> **Work task**
Across the records that follow, how many lines contain the string "geodeticToEcef"? Answer with the number only.

(Record set begins)

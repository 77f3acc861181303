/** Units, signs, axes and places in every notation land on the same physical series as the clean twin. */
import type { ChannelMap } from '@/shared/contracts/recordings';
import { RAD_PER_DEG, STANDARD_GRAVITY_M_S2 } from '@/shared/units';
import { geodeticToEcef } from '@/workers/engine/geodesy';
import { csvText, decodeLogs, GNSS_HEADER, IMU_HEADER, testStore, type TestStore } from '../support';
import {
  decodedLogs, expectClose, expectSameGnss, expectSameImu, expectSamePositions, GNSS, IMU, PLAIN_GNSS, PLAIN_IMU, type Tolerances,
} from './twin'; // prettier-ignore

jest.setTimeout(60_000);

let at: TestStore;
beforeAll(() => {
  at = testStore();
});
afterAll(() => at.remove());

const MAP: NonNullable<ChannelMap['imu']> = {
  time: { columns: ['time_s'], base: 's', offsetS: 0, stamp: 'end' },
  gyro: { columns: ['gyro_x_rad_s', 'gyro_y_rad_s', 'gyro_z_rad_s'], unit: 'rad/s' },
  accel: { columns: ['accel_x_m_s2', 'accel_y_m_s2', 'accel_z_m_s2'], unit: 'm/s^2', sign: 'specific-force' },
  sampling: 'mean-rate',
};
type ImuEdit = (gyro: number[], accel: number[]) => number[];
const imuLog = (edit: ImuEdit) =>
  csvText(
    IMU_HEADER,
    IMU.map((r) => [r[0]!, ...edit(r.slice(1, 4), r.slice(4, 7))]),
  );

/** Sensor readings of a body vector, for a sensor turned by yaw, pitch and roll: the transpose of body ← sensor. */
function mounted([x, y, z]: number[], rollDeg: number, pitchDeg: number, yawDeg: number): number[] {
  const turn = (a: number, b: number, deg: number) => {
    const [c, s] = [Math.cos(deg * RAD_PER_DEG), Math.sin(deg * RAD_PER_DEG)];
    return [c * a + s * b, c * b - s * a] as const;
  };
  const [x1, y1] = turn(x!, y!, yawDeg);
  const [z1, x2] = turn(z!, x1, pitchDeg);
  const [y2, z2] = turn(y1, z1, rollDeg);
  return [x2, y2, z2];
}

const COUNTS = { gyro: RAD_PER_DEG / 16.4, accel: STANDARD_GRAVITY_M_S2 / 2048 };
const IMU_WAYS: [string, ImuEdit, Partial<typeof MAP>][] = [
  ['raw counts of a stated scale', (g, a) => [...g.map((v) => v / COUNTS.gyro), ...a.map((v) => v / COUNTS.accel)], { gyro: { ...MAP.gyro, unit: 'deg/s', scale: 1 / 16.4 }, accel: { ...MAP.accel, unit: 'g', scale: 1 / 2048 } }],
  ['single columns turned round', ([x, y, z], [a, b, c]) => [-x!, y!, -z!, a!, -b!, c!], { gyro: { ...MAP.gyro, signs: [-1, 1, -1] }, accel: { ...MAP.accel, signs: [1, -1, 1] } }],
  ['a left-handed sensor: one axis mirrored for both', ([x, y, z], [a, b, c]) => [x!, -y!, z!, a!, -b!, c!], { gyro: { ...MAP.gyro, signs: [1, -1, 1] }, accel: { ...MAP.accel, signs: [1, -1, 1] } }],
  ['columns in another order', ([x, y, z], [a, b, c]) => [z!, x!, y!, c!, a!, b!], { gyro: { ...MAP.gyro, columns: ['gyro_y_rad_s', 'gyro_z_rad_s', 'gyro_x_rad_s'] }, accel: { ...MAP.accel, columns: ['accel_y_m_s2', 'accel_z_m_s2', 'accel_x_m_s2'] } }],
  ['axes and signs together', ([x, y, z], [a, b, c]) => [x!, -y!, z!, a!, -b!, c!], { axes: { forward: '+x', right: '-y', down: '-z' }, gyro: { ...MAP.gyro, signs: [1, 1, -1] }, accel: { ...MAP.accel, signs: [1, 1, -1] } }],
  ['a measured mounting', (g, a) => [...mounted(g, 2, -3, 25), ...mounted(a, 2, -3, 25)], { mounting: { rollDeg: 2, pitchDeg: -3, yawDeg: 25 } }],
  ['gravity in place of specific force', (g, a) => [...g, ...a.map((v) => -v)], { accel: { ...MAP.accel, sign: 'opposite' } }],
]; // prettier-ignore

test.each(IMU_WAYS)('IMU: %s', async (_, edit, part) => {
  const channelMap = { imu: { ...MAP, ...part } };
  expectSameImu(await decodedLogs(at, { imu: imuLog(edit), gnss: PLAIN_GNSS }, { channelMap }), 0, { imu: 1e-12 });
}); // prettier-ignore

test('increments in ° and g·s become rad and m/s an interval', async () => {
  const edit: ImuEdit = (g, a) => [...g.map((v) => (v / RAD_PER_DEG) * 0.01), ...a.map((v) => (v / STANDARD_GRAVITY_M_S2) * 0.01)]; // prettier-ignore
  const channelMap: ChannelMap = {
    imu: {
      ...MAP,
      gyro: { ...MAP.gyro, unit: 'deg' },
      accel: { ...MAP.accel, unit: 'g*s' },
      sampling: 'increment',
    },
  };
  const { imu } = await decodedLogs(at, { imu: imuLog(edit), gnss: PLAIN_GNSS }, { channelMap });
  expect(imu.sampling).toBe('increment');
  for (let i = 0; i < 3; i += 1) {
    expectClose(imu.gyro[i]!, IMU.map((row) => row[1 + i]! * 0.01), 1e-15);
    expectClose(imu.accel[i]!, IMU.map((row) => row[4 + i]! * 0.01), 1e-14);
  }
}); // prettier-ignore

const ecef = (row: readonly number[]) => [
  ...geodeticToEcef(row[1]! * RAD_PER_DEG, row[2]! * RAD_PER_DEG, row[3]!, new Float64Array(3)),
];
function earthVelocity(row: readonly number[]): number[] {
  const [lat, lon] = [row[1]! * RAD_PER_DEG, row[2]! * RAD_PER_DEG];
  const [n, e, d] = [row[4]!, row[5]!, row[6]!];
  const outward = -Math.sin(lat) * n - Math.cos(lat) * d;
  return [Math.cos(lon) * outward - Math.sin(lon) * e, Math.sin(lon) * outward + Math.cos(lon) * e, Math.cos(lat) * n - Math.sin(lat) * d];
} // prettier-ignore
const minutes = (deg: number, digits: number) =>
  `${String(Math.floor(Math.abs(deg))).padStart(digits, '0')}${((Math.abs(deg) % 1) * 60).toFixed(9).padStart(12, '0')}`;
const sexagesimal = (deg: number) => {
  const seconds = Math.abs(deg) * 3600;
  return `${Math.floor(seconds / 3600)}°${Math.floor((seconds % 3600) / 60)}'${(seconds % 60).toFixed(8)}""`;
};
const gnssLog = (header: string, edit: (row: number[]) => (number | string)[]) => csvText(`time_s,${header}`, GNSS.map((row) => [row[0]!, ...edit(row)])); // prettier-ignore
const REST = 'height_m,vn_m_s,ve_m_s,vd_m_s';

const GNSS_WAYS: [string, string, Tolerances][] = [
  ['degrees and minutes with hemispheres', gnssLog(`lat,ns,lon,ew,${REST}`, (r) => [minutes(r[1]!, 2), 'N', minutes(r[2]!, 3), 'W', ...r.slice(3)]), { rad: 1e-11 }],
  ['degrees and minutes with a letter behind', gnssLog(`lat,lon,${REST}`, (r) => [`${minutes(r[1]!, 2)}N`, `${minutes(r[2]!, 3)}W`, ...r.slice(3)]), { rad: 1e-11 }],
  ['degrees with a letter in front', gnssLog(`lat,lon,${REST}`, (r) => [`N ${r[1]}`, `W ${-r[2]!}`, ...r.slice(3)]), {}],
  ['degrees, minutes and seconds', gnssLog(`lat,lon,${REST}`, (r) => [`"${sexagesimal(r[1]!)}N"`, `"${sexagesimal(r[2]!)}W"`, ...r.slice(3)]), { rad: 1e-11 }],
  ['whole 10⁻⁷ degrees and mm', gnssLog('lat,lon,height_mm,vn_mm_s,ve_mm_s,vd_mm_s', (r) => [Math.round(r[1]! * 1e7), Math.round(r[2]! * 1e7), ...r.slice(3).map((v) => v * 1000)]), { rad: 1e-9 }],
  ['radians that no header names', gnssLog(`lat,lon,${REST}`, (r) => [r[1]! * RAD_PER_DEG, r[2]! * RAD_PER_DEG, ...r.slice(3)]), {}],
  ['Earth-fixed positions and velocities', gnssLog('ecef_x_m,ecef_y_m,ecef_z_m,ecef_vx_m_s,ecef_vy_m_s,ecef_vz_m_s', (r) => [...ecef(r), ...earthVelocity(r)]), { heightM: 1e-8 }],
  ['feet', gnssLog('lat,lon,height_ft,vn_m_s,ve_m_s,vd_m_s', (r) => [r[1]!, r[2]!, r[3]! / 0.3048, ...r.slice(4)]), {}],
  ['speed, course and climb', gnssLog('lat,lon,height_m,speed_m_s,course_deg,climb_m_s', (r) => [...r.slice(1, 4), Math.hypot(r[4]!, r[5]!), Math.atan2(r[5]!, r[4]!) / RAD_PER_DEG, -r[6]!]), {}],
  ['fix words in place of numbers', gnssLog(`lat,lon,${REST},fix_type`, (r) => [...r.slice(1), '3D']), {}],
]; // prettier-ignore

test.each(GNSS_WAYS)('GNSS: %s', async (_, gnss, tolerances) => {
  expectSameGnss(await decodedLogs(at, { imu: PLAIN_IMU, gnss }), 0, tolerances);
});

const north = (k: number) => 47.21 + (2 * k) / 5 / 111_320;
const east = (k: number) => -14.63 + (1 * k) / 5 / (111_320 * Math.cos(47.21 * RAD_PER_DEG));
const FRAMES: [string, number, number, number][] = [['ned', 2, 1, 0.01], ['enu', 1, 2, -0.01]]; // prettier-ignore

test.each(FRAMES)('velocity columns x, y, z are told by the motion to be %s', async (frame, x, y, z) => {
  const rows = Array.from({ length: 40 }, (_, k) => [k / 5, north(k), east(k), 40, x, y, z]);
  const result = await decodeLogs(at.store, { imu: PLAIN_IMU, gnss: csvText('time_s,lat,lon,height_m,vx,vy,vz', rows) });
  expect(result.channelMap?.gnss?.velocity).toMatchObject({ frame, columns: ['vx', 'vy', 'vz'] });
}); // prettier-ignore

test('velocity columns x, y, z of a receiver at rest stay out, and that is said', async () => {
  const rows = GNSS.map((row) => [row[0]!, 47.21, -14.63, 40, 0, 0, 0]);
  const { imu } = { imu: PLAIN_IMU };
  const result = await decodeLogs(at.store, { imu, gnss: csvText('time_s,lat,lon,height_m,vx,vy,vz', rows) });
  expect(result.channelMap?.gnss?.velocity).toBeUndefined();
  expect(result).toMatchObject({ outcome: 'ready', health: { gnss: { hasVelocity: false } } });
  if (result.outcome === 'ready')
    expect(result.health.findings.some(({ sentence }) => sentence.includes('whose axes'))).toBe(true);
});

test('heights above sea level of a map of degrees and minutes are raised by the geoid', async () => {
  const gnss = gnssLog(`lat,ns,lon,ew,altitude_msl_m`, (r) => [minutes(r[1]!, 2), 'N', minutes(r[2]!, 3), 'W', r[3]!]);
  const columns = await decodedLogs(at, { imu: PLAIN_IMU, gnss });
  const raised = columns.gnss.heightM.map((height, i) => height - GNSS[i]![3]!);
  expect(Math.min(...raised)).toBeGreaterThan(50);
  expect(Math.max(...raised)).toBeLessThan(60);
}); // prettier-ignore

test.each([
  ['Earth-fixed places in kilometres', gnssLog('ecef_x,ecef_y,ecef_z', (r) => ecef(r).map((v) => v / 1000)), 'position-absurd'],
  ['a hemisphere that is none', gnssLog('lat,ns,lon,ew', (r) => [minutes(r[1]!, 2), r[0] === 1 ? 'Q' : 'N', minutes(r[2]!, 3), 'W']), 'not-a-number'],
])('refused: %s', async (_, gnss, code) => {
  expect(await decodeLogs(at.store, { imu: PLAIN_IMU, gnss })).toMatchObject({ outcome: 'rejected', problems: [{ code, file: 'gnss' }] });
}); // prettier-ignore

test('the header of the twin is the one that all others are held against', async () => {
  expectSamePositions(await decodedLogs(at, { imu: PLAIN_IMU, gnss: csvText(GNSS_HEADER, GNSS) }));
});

(Record set ends)

> **Result**
2